Yes. Depending on the outcome of your case, your good name, future opportunities, employment, child custody, and personal freedom may be at stake.

You will need an attorney when facing criminal charges, a protection order, a child protective services (CPS) investigation, or an educational disciplinary proceeding.

You may believe that there is no evidence against you, and that the judge or prosecutor will agree and side with you. Please do not assume that your opinion of the evidence and the court system is accurate. You need a knowledgeable attorney who knows the people, rules, courts, and possibilities, and has the experience to stand by you and protect you in an intimidating court system.

If you do not have sufficient funds to pay for counsel, then perhaps you should use the public defender.  Note that public defenders are not appointed for protection orders, anti-harassment orders, criminal charges that are under investigation, or CPS investigations.

If you have the funds, or the ability to borrow money, then you should retain the best counsel possible.  You likely will receive more personalized attention, and greater resources will be applied to your case.  Further, you can personally select your attorney as opposed to having a random one with unknown skill and commitment assigned to you.

We suggest reviewing the attorney’s experience, communication style, and fees.  Can you trust the attorney?  Do you understand him or her when discussing your case?  Does he or she take an appropriate amount of time to explain what is going on with your case and the options available to you?

You want someone with good communication skills.  If the attorney communicates well with you, then he or she likely will have the same rapport with the prosecutor, judge and jury. Experience is also critical.  The number of years in practice is an indication that the attorney undoubtedly has handled hundreds, or thousands, of matters similar to your case.

After an arrest, the first priority seems to be releasing your loved one or friend from custody.  Many people turn to a bail bondsman for help.  However, I suggest first contacting an experienced criminal defense attorney for advice.  Doing so, instead of posting bond immediately, has several advantages:

  • Posting a bond may be unnecessary. An attorney can advise you about the severity of the charge(s).  For some cases, a person who has been arrested may be released on their own recognizance as soon as they get to court (often the morning after an arrest).
  • Bonds may be less expensive if an attorney has been hired.  Bail bonds must be insured by the bond companies.  If an attorney has been retained, it often lowers the insurance cost, and the bond may be up to 20% less expensive. This can amount to a significant savings for you.
  • An attorney may be able to negotiate the amount of bail in court.  It is likely that the attorney can reduce the bail by skillfully negotiating with the district attorney and judge.
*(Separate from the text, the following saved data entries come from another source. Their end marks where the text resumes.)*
using DistillPlan.Core.Library;

namespace DistillPlan.Tui.Tests;

/// <summary>The shipped library (found like the program finds it) and the repository root, loaded once.</summary>
internal static class TestLibrary
{
    private static readonly Lazy<SolventLibrary> Shipped = new(SolventLibrary.LoadShipped);

    public static SolventLibrary Library => Shipped.Value;

    public static string RepoRoot
    {
        get
        {
            for (var d = new DirectoryInfo(AppContext.BaseDirectory); d is not null; d = d.Parent)
                if (File.Exists(Path.Combine(d.FullName, "DistillPlan.sln"))) return d.FullName;
            throw new InvalidOperationException("repository root (DistillPlan.sln) not found above " + AppContext.BaseDirectory);
        }
    }
}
Yes and yes. Please contact us to work out an equitable arrangement to meet your needs.

As soon as you speak to an attorney about your case, even if you end up not hiring this particular individual, the attorney client privilege takes effect.  This means that anything you discuss with the attorney is protected and privileged.  The attorney is not allowed to share your discussion with anyone else, even his family or close friends.  Also, this conversation cannot be used against you by police, prosecutors, or the courts.

Many cases are resolved by plea bargain and do not go to trial.  You should always share accurate information about your case with your attorney.  By not doing so, you place your attorney in a position where he or she may lose bargaining power with the district attorney or the court when it is revealed that your representative does not know all of the facts.  Therefore, you put yourself at a disadvantage in obtaining the best plea bargain possible.

If there is truly no evidence, then you will not be charged, or the charges should be dismissed with some basic advocacy.  However, what you may think is evidence may be much different from what is accepted as evidence in court.  Obvious evidence includes photos, tangible items, and witness testimony.  Evidence can also be the word of just one person – even one person who is of questionable background or character.  People can be charged based on the word of one person alone.   If no evidence against you exists, you still should have an experienced attorney represent you to help dismiss all charges.

Not if I can help it.  All criminal offenses are potentially punishable by jail.  However, it is reasonable in most juvenile offenses and misdemeanor offenses to avoid jail.  Felonies are more challenging. Please contact me to discuss your specific circumstances as soon as possible to avoid this possibility.

If you have already been charged in court, or if a protection order has been filed, then a record already exists.  A record is a document or database that contains information.  Some records are private, but most are public.  Court records, including juvenile offense information, are public.

Criminal or civil court proceedings result in the creation of a public record.  The content of the record now becomes the concern.  Our goal is for the record to reflect an accurate and favorable outcome for you – not guilty, charge dismissed, petition dismissed, case diverted, etc.